## Task details
The expected output is a copy of every line in the records with the string "entry".

Dataset entries:
impl<'c> Engine<'c> {
    /// Finds the equations and their pattern. Fails where they cannot have one solution.
    pub fn new(circuit: &'c Circuit, regime: Regime) -> Result<Self, StudyError> {
        let system = System::new(circuit, regime);
        let found = explain::graph(circuit, &system.islands, regime);
        if !found.is_empty() {
            return Err(StudyError::NoSolution(found));
        }
        let n = system.unknowns.len();
        let measure = |id: FormulaId| match system.tape.get(id).operation {
            Operation::Measure(measure) => Some(measure),
            _ => None,
        };
        let of_solution =
            system.tape.of_phase(Phase::Solution).into_iter().map(|id| (id, measure(id))).collect();
        let zero = Ball::exact(ComplexTwofold::ZERO);
        let entries = system.row.len();
        Ok(Engine {
            circuit,
            of_frequency: system.tape.of_phase(Phase::Frequency),
            of_solution,
            measured: Vec::new(),
            input_change: Vec::new(),
            input_radius: Vec::new(),
            values: system.tape.evaluate_constants(&Balls),
            frequency: zero,
            entries: vec![zero; entries],
            rhs: vec![zero; n],
            exact_entries: vec![ComplexTwofold::ZERO; entries],
            exact_rhs: vec![ComplexTwofold::ZERO; n],
            rounded: vec![Complex64::default(); entries],
            solution: vec![ComplexTwofold::ZERO; n],
            error: vec![0.0; n],
            system,
            solver: None,
        })
    }

    /// The equations.
    pub fn system(&self) -> &System {
        &self.system
    }

    /// Solves at one frequency and evaluates the readings.
    pub fn solve(&mut self, frequency_hz: f64) -> Result<(), StudyError> {
        self.frequency = Ball::exact(ComplexTwofold::from(Complex64::new(frequency_hz, 0.0)));
        let tape = &self.system.tape;
        tape.evaluate_phase(&Balls, &self.of_frequency, &self.frequency, &mut self.values, |_| {
            Err(FieldError::Undecided)
        });
        self.system
            .assemble(&Balls, &self.values, &mut self.entries, &mut self.rhs)
            .map_err(|fault| self.refuse(fault, frequency_hz))?;
        let exact = |balls: &[Ball], out: &mut [ComplexTwofold]| {
            balls.iter().zip(out).for_each(|(ball, out)| *out = ball.centre);
        };
        exact(&self.entries, &mut self.exact_entries);
        exact(&self.rhs, &mut self.exact_rhs);
        for (rounded, entry) in self.rounded.iter_mut().zip(&self.exact_entries) {
            *rounded = entry.to_complex();
        }
        if let Err(error) = self.factor_and_refine() {
            return Err(self.explain(error, frequency_hz));
        }
        self.allow_for_inputs();
        self.evaluate_readings();
        Ok(())
    }

    /// Takes over `unknowns` of a solution found elsewhere, each with its bound, and evaluates the
    /// readings. `needed` are the formulas of the frequency that they rest on.
    pub(crate) fn adopt(
        &mut self,
        frequency_hz: f64,
        needed: &[FormulaId],
        unknowns: &[u32],
        solution: impl Fn(usize) -> (ComplexTwofold, f64),
    ) {
        self.evaluate_at(frequency_hz, needed);
        for &unknown in unknowns {
            let at = unknown as usize;
            (self.solution[at], self.error[at]) = solution(at);
        }
        self.evaluate_readings();
    }

    /// Evaluates some formulas of the frequency.
    pub(crate) fn evaluate_at(&mut self, frequency_hz: f64, which: &[FormulaId]) {
        self.frequency = Ball::exact(ComplexTwofold::from(Complex64::new(frequency_hz, 0.0)));
        let none = |_| Err(FieldError::Undecided);
        let (tape, frequency) = (&self.system.tape, &self.frequency);
        tape.evaluate_phase(&Balls, which, frequency, &mut self.values, none);
    }

    /// The formulas of the frequency that the readings and the formulas `besides` rest on,
    /// operands first.
    pub(crate) fn needed_of_frequency(&self, besides: &[FormulaId]) -> Vec<FormulaId> {
        let tape = &self.system.tape;
        let mut waiting: Vec<FormulaId> = besides.to_vec();
        for read in &self.circuit.reads {
            waiting.push(read.value);
            waiting.extend(read.limits.iter().map(|limit| limit.value));
        }
        let mut seen = vec![false; tape.len()];
        while let Some(id) = waiting.pop() {
            if std::mem::replace(&mut seen[id.index()], true) {
                continue;
            }
            let operation = tape.get(id).operation;
            waiting.extend(operation.operands());
            if let Operation::Measure(measure) = operation {
                self.measure_rests_on(measure, &mut waiting);
            }
        }
        self.of_frequency.iter().copied().filter(|id| seen[id.index()]).collect()
    }

    fn measure_rests_on(&self, measure: Measure, formulas: &mut Vec<FormulaId>) {
        let (Measure::Amps(id) | Measure::Power(id)) = measure else { return };
        match self.system.through[id.index()] {
            Through::Unknown(_) => {}
            Through::Admittance(y) => formulas.push(y),
            Through::Given => {
                if let Law::CurrentSource(drive) = &self.circuit.element(id).law {
                    formulas.extend(drive.constant);
                    formulas.extend(drive.terms.iter().map(|(factor, _)| *factor));
                    // What drives a source may itself be a current, but one with an unknown.
                }
            }
        }
    }

    fn refuse(&self, fault: Fault, frequency_hz: f64) -> StudyError {
        // Formulas made for stamps carry the place of the value they were made from.
        let mut circuit = self.circuit.clone();
        circuit.tape = self.system.tape.clone();
        let mut error = judge::fault(&circuit, fault);
        error.message = format!("at {frequency_hz} Hz {}", error.message);
        StudyError::Refused(vec![error])
    }

    fn factor_and_refine(&mut self) -> Result<Option<Trust>, SolveError> {
        if self.system.unknowns.is_empty() {
            return Ok(None);
        }
        // Made when it is first needed: a sweep in lanes may never need it.
        let solver = match &mut self.solver {
            Some(solver) => solver,
            none => none.insert(Solver::new(Pattern {
                n: self.system.unknowns.len(),
                column_start: self.system.column_start.clone(),
                row: self.system.row.clone(),
            })?),
        };
        solver.factor(&self.rounded)?;
        solver
            .solve_refined(
                &self.exact_entries,
                &self.exact_rhs,
                &mut self.solution,
                &mut self.error,
            )
            .map(Some)
    }

    fn explain(&mut self, error: SolveError, frequency_hz: f64) -> StudyError {
        let null = self.solver.as_mut().map(Solver::null_vector);
        StudyError::NoSolution(explain::singular(
            self.circuit,
            &self.system,
            Some(frequency_hz),
            &error,
            null.as_deref(),
        ))
    }

    /// Widens the bounds where values are known only to a radius (a sine, a measured law): the
    /// change of the solution is A⁻¹·(δb − δA·x), estimated with two patterns of signs.
    fn allow_for_inputs(&mut self) {
        let loose = |ball: &Ball| ball.radius > EXACT_ENOUGH * ball.centre.norm();
        if !self.entries.iter().chain(&self.rhs).any(loose) {
            return;
        }
        let Some(solver) = &mut self.solver else { return };
        let n = self.solution.len();
        let off = &mut self.input_radius;
        off.clear();
        off.extend(self.rhs.iter().map(|ball| ball.radius));
        for column in 0..n {
            let size = self.solution[column].norm();
            for at in self.system.column_start[column]..self.system.column_start[column + 1] {
                off[self.system.row[at]] += self.entries[at].radius * size;
            }
        }
        for pattern in 0..2usize {
            let sign = |i: usize| if (i >> pattern) & 1 == 0 { 1.0 } else { -1.0 };
            let change = &mut self.input_change;
            change.clear();
            change.extend(off.iter().enumerate().map(|(i, r)| Complex64::new(sign(i) * r, 0.0)));
            solver.solve_in_place(change);
            for (error, change) in self.error.iter_mut().zip(change) {
                *error += 2.0 * change.norm();
            }
        }
    }

    fn evaluate_readings(&mut self) {
        // Measures read constants and admittances out of `values`, so all of them are taken
        // before the first formula of the solution is written there.
        let mut measured = std::mem::take(&mut self.measured);
        measured.clear();
        for &(_, measure) in &self.of_solution {
            measured.push(measure.map(|measure| self.measure(measure)));
        }
        let tape = &self.system.tape;
        for (&(id, _), measured) in self.of_solution.iter().zip(&measured) {
            match measured {
                Some(result) => {
                    self.values[id.index()] = result.map_err(|error| Fault { at: id, error });
                }
                None => {
                    tape.evaluate_phase(&Balls, &[id], &self.frequency, &mut self.values, |_| {
                        Err(FieldError::Undecided)
                    })
                }
            }
        }
        self.measured = measured;
    }

    /// The value of a formula at the frequency solved last.
    pub fn value(&self, id: FormulaId) -> Result<Ball, Fault> {
        self.values[id.index()]
    }

    /// Voltage of a node against the reference of its island.
    pub fn node(&self, node: NodeId) -> Ball {
        match self.system.of_node[node.index()] {
            Some(unknown) => self.unknown(unknown),
            None => Ball::exact(ComplexTwofold::ZERO),
        }
    }

    fn unknown(&self, unknown: u32) -> Ball {
        let at = unknown as usize;
        Ball { centre: self.solution[at], radius: self.error[at] }
    }

    /// The highest voltage anywhere: of a node against its reference, or across an element.
    pub fn highest_volts(&self) -> f64 {
        self.highest_volts_of(|unknown| self.solution[unknown as usize].to_complex())
    }

    /// The same of a solution found elsewhere, unknown by unknown.
    pub(crate) fn highest_volts_of(&self, solution: impl Fn(u32) -> Complex64) -> f64 {
        let node = |id: NodeId| self.system.of_node[id.index()].map_or(Complex64::ZERO, &solution);
        let nodes = (0..self.circuit.nodes.len()).map(|i| node(NodeId(i as u32)).norm_sqr());
        let tied = self
            .circuit
            .elements
            .iter()
            .filter(|element| self.system.islands.same(element.left, element.right));
        let drops = tied.map(|element| (node(element.left) - node(element.right)).norm_sqr());
        nodes.chain(drops).fold(0.0, f64::max).sqrt()
    }

    /// The unknowns that the readings, and what they measure, rest on.
    pub(crate) fn needed_unknowns(&self) -> Vec<u32> {
        let mut needed = Vec::new();
        for &(_, measure) in &self.of_solution {
            if let Some(measure) = measure {
                self.unknowns_of(measure, &mut needed);
            }
        }
        needed.sort_unstable();
        needed.dedup();
        needed
    }

    fn unknowns_of(&self, measure: Measure, needed: &mut Vec<u32>) {
        let node = |id: NodeId| self.system.of_node[id.index()];
        let ends = |id: ElementId| {
            let element = self.circuit.element(id);
            [node(element.left), node(element.right)].into_iter().flatten()
        };
        match measure {
            Measure::Volts(a, b) => needed.extend(node(a).into_iter().chain(b.and_then(node))),
            Measure::Drop(id) => needed.extend(ends(id)),
            Measure::Amps(id) | Measure::Power(id) => {
                needed.extend(ends(id));
                match (self.system.through[id.index()], &self.circuit.element(id).law) {
                    (Through::Unknown(unknown), _) => needed.push(unknown),
                    // What drives it is a voltage, or a current that is an unknown.
                    (Through::Given, Law::CurrentSource(drive)) => {
                        drive.terms.iter().for_each(|(_, term)| self.unknowns_of(*term, needed));
                    }
                    _ => {}
                }
            }
        }
    }

    /// Left minus right of an element; `None` where nothing ties its ends.
    pub fn drop(&self, id: ElementId) -> Option<Ball> {
        let element = self.circuit.element(id);
        self.between(element.left, element.right)
    }

    fn between(&self, a: NodeId, b: NodeId) -> Option<Ball> {
        let tied = self.system.islands.same(a, b);
        tied.then(|| Balls.sub(&self.node(a), &self.node(b)))
    }

    /// Current from left to right through an element.
    pub fn current(&self, id: ElementId) -> Result<Ball, FieldError> {
        match self.system.through[id.index()] {
            Through::Unknown(unknown) => Ok(self.unknown(unknown)),
            Through::Admittance(y) => {
                let y = self.value(y).map_err(|fault| fault.error)?;
                // An open capacitor between two islands at f = 0 carries nothing.
                let drop = self.drop(id).unwrap_or(Ball::exact(ComplexTwofold::ZERO));
                Ok(Balls.mul(&y, &drop))
            }
            Through::Given => match &self.circuit.element(id).law {
                Law::CurrentSource(drive) => self.given(drive),
                _ => Err(FieldError::Undecided),
            },
        }
    }

    fn given(&self, drive: &Drive) -> Result<Ball, FieldError> {
        let value = |id| self.value(id).map_err(|fault: Fault| fault.error);
        let mut sum = match drive.constant {
            Some(id) => value(id)?,
            None => Ball::exact(ComplexTwofold::ZERO),
        };
        for &(factor, measure) in &drive.terms {
            sum = Balls.add(&sum, &Balls.mul(&value(factor)?, &self.measure(measure)?));
        }
        Ok(if drive.end.sign() < 0 { Balls.neg(&sum) } else { sum })
    }

    /// Absorbed complex power of an element.
    pub fn power(&self, id: ElementId) -> Result<Ball, FieldError> {
        let current = self.current(id)?;
        let drop = self.drop(id).unwrap_or(Ball::exact(ComplexTwofold::ZERO));
        let conjugate = Balls.function(crate::number::Function::Conj, &[current])?;
        Ok(Balls.mul(&drop, &conjugate))
    }

    /// Any reading.
    pub fn measure(&self, measure: Measure) -> Result<Ball, FieldError> {
        match measure {
            Measure::Volts(node, None) => Ok(self.node(node)),
            Measure::Volts(node, Some(to)) => self.between(node, to).ok_or(FieldError::Domain),
            Measure::Drop(id) => self.drop(id).ok_or(FieldError::Domain),
            Measure::Amps(id) => self.current(id),
            Measure::Power(id) => self.power(id),
        }
    }
}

## Exercise solution
        for (rounded, entry) in self.rounded.iter_mut().zip(&self.exact_entries) {
            *rounded = entry.to_complex();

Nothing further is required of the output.